> Work request:
Locate all lines in the data below that hold "self" and show them.

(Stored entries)
····················
impl RowProgram {
    fn build(f: &Formula, t: f64, params: &[f64]) -> RowProgram {
        // Each stack entry: Ok(constant) or Err(()) for "varies with q or p".
        let mut stack: Vec<Result<f64, ()>> = Vec::new();
        let mut ops = Vec::new();
        let mut depth = 0usize;
        let mut vdepth = 0usize;
        let slot_const = |s: usize| -> Option<f64> {
            match s {
                SLOT_Q | SLOT_P => None,
                SLOT_T => Some(t),
                k => Some(
                    params
                        .get(k - FIRST_PARAM_SLOT)
                        .copied()
                        .unwrap_or(f64::NAN),
                ),
            }
        };
        let fold = |op: Op, args: &[f64]| -> f64 {
            let mut tape: Vec<Op> = args.iter().map(|&v| Op::Const(v)).collect();
            tape.push(op);
            let mut st = [0.0; 2];
            run_tape(&tape, &[], &mut st)
        };
        for &op in &f.ops {
            match op {
                Op::Const(c) => stack.push(Ok(c)),
                Op::Slot(s) => match slot_const(s as usize) {
                    Some(c) => stack.push(Ok(c)),
                    None => {
                        ops.push(if s as usize == SLOT_Q { ROp::Q } else { ROp::P });
                        stack.push(Err(()));
                        vdepth += 1;
                    }
                },
                Op::Neg | Op::PowI(_) | Op::PowF(_) | Op::F1(_) => {
                    let a = stack.pop().unwrap_or(Ok(f64::NAN));
                    match a {
                        Ok(c) => stack.push(Ok(fold(op, &[c]))),
                        Err(()) => {
                            ops.push(ROp::Un(match op {
                                Op::Neg => Un::Neg,
                                Op::PowI(n) => Un::PowI(n),
                                Op::PowF(c) => Un::PowF(c),
                                Op::F1(g) => Un::F1(g),
                                _ => unreachable!(),
                            }));
                            stack.push(Err(()));
                        }
                    }
                }
                Op::Add | Op::Sub | Op::Mul | Op::Div | Op::Rem | Op::Pow | Op::F2(_) => {
                    let b = stack.pop().unwrap_or(Ok(f64::NAN));
                    let a = stack.pop().unwrap_or(Ok(f64::NAN));
                    let bin = match op {
                        Op::Add => Bin::Add,
                        Op::Sub => Bin::Sub,
                        Op::Mul => Bin::Mul,
                        Op::Div => Bin::Div,
                        Op::Rem => Bin::Rem,
                        Op::Pow => Bin::Pow,
                        Op::F2(g) => Bin::F2(g),
                        _ => unreachable!(),
                    };
                    match (a, b) {
                        (Ok(x), Ok(y)) => stack.push(Ok(fold(op, &[x, y]))),
                        (Err(()), Ok(y)) => {
                            ops.push(ROp::Un(with_constant_right(bin, y)));
                            stack.push(Err(()));
                        }
                        (Ok(x), Err(())) => {
                            ops.push(ROp::Un(Un::CV(bin, x)));
                            stack.push(Err(()));
                        }
                        (Err(()), Err(())) => {
                            ops.push(ROp::VV(bin));
                            stack.push(Err(()));
                            vdepth -= 1;
                        }
                    }
                }
            }
            depth = depth.max(vdepth);
        }
        let constant = match stack.first() {
            Some(Ok(c)) => Some(*c),
            _ => None,
        };
        if let Some(c) = constant {
            ops = vec![ROp::Fill(c)];
            depth = 1;
        }
        let mut fused = ops.clone();
        fuse(&mut fused);
        RowProgram {
            ops,
            fused,
            depth: depth.max(1),
            constant,
        }
    }

    /// The value when H does not depend on q or p at all.
    pub fn constant(&self) -> Option<f64> {
        self.constant
    }

    /// H at the points (q[i], p[i]), written to `out[i]`. All three slices have one length.
    pub fn eval_points(&self, q: &[f64], p: &[f64], out: &mut [f64]) {
        let n = q.len().min(p.len()).min(out.len());
        let mut stack = vec![[0.0f64; CHUNK]; self.depth];
        let mut start = 0;
        while start < n {
            let m = (n - start).min(CHUNK);
            eval_chunk(
                &self.fused,
                &q[start..start + m],
                &p[start..start + m],
                &mut stack,
                &mut out[start..start + m],
            );
            start += m;
        }
    }

    /// H along a row of constant p: q values `q`, written to `out`.
    pub fn eval_row(&self, q: &[f64], p: f64, out: &mut [f64]) {
        let n = q.len().min(out.len());
        let (ops, depth) = self.bind_p(p);
        let pv = [p; CHUNK];
        let mut stack = vec![[0.0f64; CHUNK]; depth];
        let mut start = 0;
        while start < n {
            let m = (n - start).min(CHUNK);
            eval_chunk(
                &ops,
                &q[start..start + m],
                &pv[..m],
                &mut stack,
                &mut out[start..start + m],
            );
            start += m;
        }
    }

    /// The program with p fixed: operations on p alone become constants.
    fn bind_p(&self, p: f64) -> (Vec<ROp>, usize) {
        let mut out = Vec::with_capacity(self.ops.len());
        // Some(value) for a constant entry, None for one that varies with q.
        let mut st: Vec<Option<f64>> = Vec::with_capacity(self.depth);
        let (mut depth, mut vdepth) = (0usize, 0usize);
        for &op in &self.ops {
            match op {
                ROp::P => st.push(Some(p)),
                ROp::Fill(c) => st.push(Some(c)),
                ROp::Q | ROp::QUn(_) => {
                    out.push(op);
                    st.push(None);
                    vdepth += 1;
                }
                // Made by `fuse`, which never runs on `self.ops`.
                ROp::Ar2(..) | ROp::QUnInto(..) => out.push(op),
                ROp::Un(u) => match st.last_mut() {
                    Some(Some(x)) => {
                        let mut a = [*x];
                        unary(u, InPlace(&mut a));
                        *x = a[0];
                    }
                    _ => out.push(op),
                },
                ROp::VV(b) => {
                    let y = st.pop().unwrap_or(Some(f64::NAN));
                    let x = st.pop().unwrap_or(Some(f64::NAN));
                    match (x, y) {
                        (Some(x), Some(y)) => {
                            let mut a = [x];
                            bin_vv(b, &mut a, &[y]);
                            st.push(Some(a[0]));
                        }
                        (None, Some(y)) => {
                            out.push(ROp::Un(with_constant_right(b, y)));
                            st.push(None);
                        }
                        (Some(x), None) => {
                            out.push(ROp::Un(Un::CV(b, x)));
                            st.push(None);
                        }
                        (None, None) => {
                            out.push(op);
                            st.push(None);
                            vdepth = vdepth.saturating_sub(1);
                        }
                    }
                }
            }
            depth = depth.max(vdepth);
        }
        if let Some(Some(c)) = st.first() {
            out = vec![ROp::Fill(*c)];
            depth = 1;
        }
        fuse(&mut out);
        (out, depth.max(1))
    }
}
····················
> Response to the exercise:
    pub fn constant(&self) -> Option<f64> {
        self.constant
    pub fn eval_points(&self, q: &[f64], p: &[f64], out: &mut [f64]) {
        let mut stack = vec![[0.0f64; CHUNK]; self.depth];
                &self.fused,
    pub fn eval_row(&self, q: &[f64], p: f64, out: &mut [f64]) {
        let (ops, depth) = self.bind_p(p);
    fn bind_p(&self, p: f64) -> (Vec<ROp>, usize) {
        let mut out = Vec::with_capacity(self.ops.len());
        let mut st: Vec<Option<f64>> = Vec::with_capacity(self.depth);
        for &op in &self.ops {
                // Made by `fuse`, which never runs on `self.ops`.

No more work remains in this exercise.